Streamlining. Casualisation. Dumbing down. Whatever you call it, if you dare to go to the comments section of nearly any announcement detailing the sequel to a popular game, you will quickly find one of these terms floating around – usually accompanied by various misspelled swear words and the occasional piece of punctuation.
If these tirades are to be believed, the modern gaming industry is nothing but a wasteland of lazy development, fanboy pandering and horrific displays of unprofessionalism. Games are gutted of their very being, complex mechanics replaced with tedious grinds and oversimplification. There is no effort put into games nowadays, no fire, no willingness from AAA developers to push any kind of limits except those of the patience and loyalty from “true fans”.
Or at least, that’s my experience. Perhaps yours is different.
But here’s the thing – let’s assume this is true. I am by no means saying that casualisation isn’t happening (it definitely is) or that it doesn’t have it’s drawbacks (it certainly does). But what people seem to forget is that no industry can exist without a customer base. While gaming, for some time, did subsist solely on quarters in arcade machines and the few people who were interested in purchasing a home console, we wouldn’t have the enormous, global phenomenon that we see today without the casual fanbase. You can bemoan streamlining as much as you like, but the fact remains that without it, we likely wouldn’t have many of the masterpieces we have now.
Development in any industry requires money. Sure, there will be a few people who create things for free (such as the glorious modding community), and everyone gets the occasional spark of cost-free inspiration, but the brunt of creation and creativity is enabled by cash. A company may very well be doing something for the pure love of it, but you need capital to keep the computers running. A more accessible game means a larger audience, which means more shipped units and more shipped units means more money to put back into development and the next big title. Sometimes the priorities end up going the wrong way, with developers seemingly caring more about pushing out substandard products as quickly as possible (looking at you, Arkham Knight), but on an industry-wide scale over a long period of time, this is how it works.
And occasionally, complex games have to be sacrificed on the pyre of development to stimulate that cash flow.
Look, for example, at the Elder Scrolls series, starting with Morrowind. From this initial point, we slowly see the series becoming more streamlined. Directions in a quest log become a map marker, while certain skills, abilities and eventually entire stats are removed in subsequent iterations. This series is a perfect example of how the more popular a game becomes and the wider the audience the developers needs, the more simple it becomes. As a result, we lost a great deal of the soul of The Elder Scrolls. But in return, we gained something much more significant: more fans.
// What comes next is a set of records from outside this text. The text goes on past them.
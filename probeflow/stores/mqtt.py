"""MQTT republish store: processed readings and alert events as JSON on broker topics.

For dashboards and other plant systems that listen on MQTT.  It is a copy of
what the durable stores keep, so it never holds up the reading path:

* ``write`` only appends to in-memory queues and returns; a publisher thread
  formats and publishes with its own client (QoS 1 by default).
* **Alert events go first.**  They have their own queue, which the publisher
  empties before it takes readings and again between any two reading
  messages, so an alert never waits behind readings queued before it.
  Readings are handed to paho only while fewer than ``readings_in_flight``
  messages wait for the broker's PUBACK, and paho's in-flight limit is set
  above that, so neither paho's own queue nor its in-flight window fills with
  readings ahead of an alert.  The window is small (32 messages) on purpose:
  an alert still queues behind every message in flight on the connection,
  and paho-mqtt 2.x walks its whole table of unconfirmed messages on every
  PUBACK (``_update_inflight``), so a window of 500 cost about a million
  Python steps a second at 2,000 messages/s and, once full, stayed full:
  alerts then took 150-450 ms instead of 10-30 ms (bench/README.md).
* **Readings are published in groups.**  Every pass takes all queued reading
  batches (up to ``readings_per_pass`` readings); with ``group_readings`` each
  probe's readings of the pass go out as one JSON array.
* While the broker is away, readings wait in the bounded queue here
  (``queue_max_readings``); readings that do not fit are dropped, counted in
  ``counters.dropped`` and logged (once a minute), never silently.  Alert
  events are never dropped: they are always queued, and paho keeps them (up
  to ``client_queue_max`` messages) and resends them on reconnect.
* ``flush`` waits at most ``flush_timeout_s`` for the broker to confirm what was
  queued; ``close`` flushes and disconnects.

Topics are templates: ``readings_topic`` and ``alerts_topic`` take ``{site}``
and ``{probe}`` (alerts also ``{rule}``, ``{limit}``, ``{alarm_id}``);
``alarm_state_topic`` gets one *retained* message per alarm with its latest
state, so a dashboard that connects later sees every alarm at once.
``+``, ``#`` and NUL inside a probe id are replaced by ``_`` in topics.

Alerts support operators; they are not a safety system.  Interlocks and trips
belong in the plant's own protection, not in a republished MQTT message.
"""

from __future__ import annotations

import string
import sys
import threading
import time
from collections import deque
from collections.abc import Sequence
from dataclasses import dataclass, field
from typing import Any, ClassVar, Literal

import numpy as np
import orjson
import paho.mqtt.client as paho
from pydantic import ConfigDict, Field, field_validator

from probeflow.batch import QUALITY_NAMES, ProcessedBatch, QuarantineItem
from probeflow.collectors.ratelog import RateLimitedLog, default_logger
from probeflow.events import AlertEvent
from probeflow.mqtt_common import MqttConnectionConfig, build_client
from probeflow.stores.base import StoreConfigBase, StoreContext
from probeflow.stores.jsonl import rfc3339_column

__all__ = ["MqttRepublishConfig", "MqttRepublishStore", "RepublishCounters"]

_READING_KEYS = frozenset({"site", "probe"})
_ALERT_KEYS = frozenset({"site", "probe", "rule", "limit", "alarm_id"})
_TOPIC_UNSAFE = str.maketrans({"+": "_", "#": "_", "\0": "_"})
_ALERT_HEADROOM = 100
"""In-flight slots of the publishing client kept free of readings, for alert events."""
_WINDOW_POLL_S = 0.001


def _check_template(template: str, allowed: frozenset[str]) -> str:
    try:
        names = {name for _, name, _, _ in string.Formatter().parse(template) if name is not None}
    except ValueError as exc:
        raise ValueError(f"{template!r} is not a valid topic template ({exc})") from None
    unknown = names - allowed
    if unknown:
        raise ValueError(
            f"{template!r}: unknown placeholder {{{min(unknown)}}}; use {', '.join(sorted(allowed))}"
        )
    literal = string.Formatter().vformat(template, (), {n: "x" for n in names})
    if "+" in literal or "#" in literal or not literal:
        raise ValueError(f"{template!r}: a topic to publish on must not be empty or hold + or #")
    return template


class MqttRepublishConfig(StoreConfigBase, MqttConnectionConfig):
    """The ``stores: - type: mqtt`` section."""

    model_config = ConfigDict(extra="forbid")
    type: Literal["mqtt"] = "mqtt"
    readings_topic: str = "probeflow/{site}/{probe}/reading"
    alerts_topic: str = "probeflow/{site}/{probe}/alert"
    alarm_state_topic: str | None = "probeflow/{site}/alarm/{alarm_id}"
    qos: Literal[0, 1] = 1
    group_readings: bool = False        # one JSON array per probe and batch instead of one message per reading
    queue_max_readings: int = Field(default=100_000, gt=0)
    readings_in_flight: int = Field(default=32, gt=0, le=60_000)   # unconfirmed reading messages at most
    readings_per_pass: int = Field(default=20_000, gt=0)
    client_queue_max: int = Field(default=20_000, gt=0)
    flush_timeout_s: float = Field(default=2.0, ge=0, le=60)

    @field_validator("readings_topic")
    @classmethod
    def _readings_template(cls, value: str) -> str:
        return _check_template(value, _READING_KEYS)

    @field_validator("alerts_topic", "alarm_state_topic")
    @classmethod
    def _alert_template(cls, value: str | None) -> str | None:
        return None if value is None else _check_template(value, _ALERT_KEYS)


@dataclass
class RepublishCounters:
    published: int = 0      # messages handed to the client
    confirmed: int = 0      # acknowledged by the broker (QoS 1)
    dropped: int = 0        # readings that did not fit the queue (counted, logged)
    alerts_published: int = 0   # alert messages handed to the client
    alerts_not_sent: int = 0    # alert messages paho refused: QoS 0 while disconnected, or at close
    connected: bool = False
    last_error: str = ""
    lock: threading.Lock = field(default_factory=threading.Lock, repr=False)


def _nulls(values: np.ndarray) -> list[float | None]:
    out: list[float | None] = values.tolist()
    for i in np.flatnonzero(np.isnan(values)).tolist():
        out[i] = None
    return out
Could you imagine that so many people would have latched onto modern gaming titles without simplification? While games like Baldur’s Gate and Neverwinter were fantastic for those who didn’t mind crunching numbers, the fact is that most of the populace are more interested in killing monsters and completing quests than dealing with a character sheet. Gaming is entertainment first and foremost, creative expression second and a marker of some kind of weird hierarchy dead last. Sure, that list might shift around a bit depending on the intent of the developer and the reception of the audience (Death of the Author and all that), but games are here to entertain and engage. And if simplification enables that for a new fan, I am all for it.
And, what’s more, the more complex games never really died. We still see rogue-likes and modern iterations of classics with all the same or similar gameplay mechanics as we did decades ago, but they are just called “indie” now. Furthermore, those casual games generate more gaming fans due to their accessibility, and some of those could find themselves interested in developing a more complex or diverse experience – thus the enormous modding community is born. Even those who only want to be consumers may eventually want to test their mettle against more challenging games and thus, the cycle continues.
Casualisation tears apart extremely fantastic titles. It’s true. I am more often than not extremely disappointed by modern sequels of classic games, but here’s the rub: it isn’t about my beloved series. It isn’t about keeping the casuals out of the club. We may see things like Diablo lose some of its lustre, or The Elder Scrolls start lacking in depth. But for every loss we suffer, we make headway for the industry as a whole. Streamlining does not entail a good game and accessibility doesn’t necessarily require simplification: there is more skill to development than that. However, a simple game is by its very nature more easily understood by more people. And that means more fans, more money to the studio and eventually greater development on the fringes where what we loved about the originals are reincarnated.
Hardcore games, difficult mechanics, and complexity of play never truly die. They are simply sacrificed for greater growth – players, titles, innovation. All due in part to ‘dumbing down’. We lose a few series to mediocrity along the way, but on the grand scale of things, the casual fanbase is what keeps the core of this industry running. And that, fellow gamers, is why casualisation is necessary for gaming’s survival.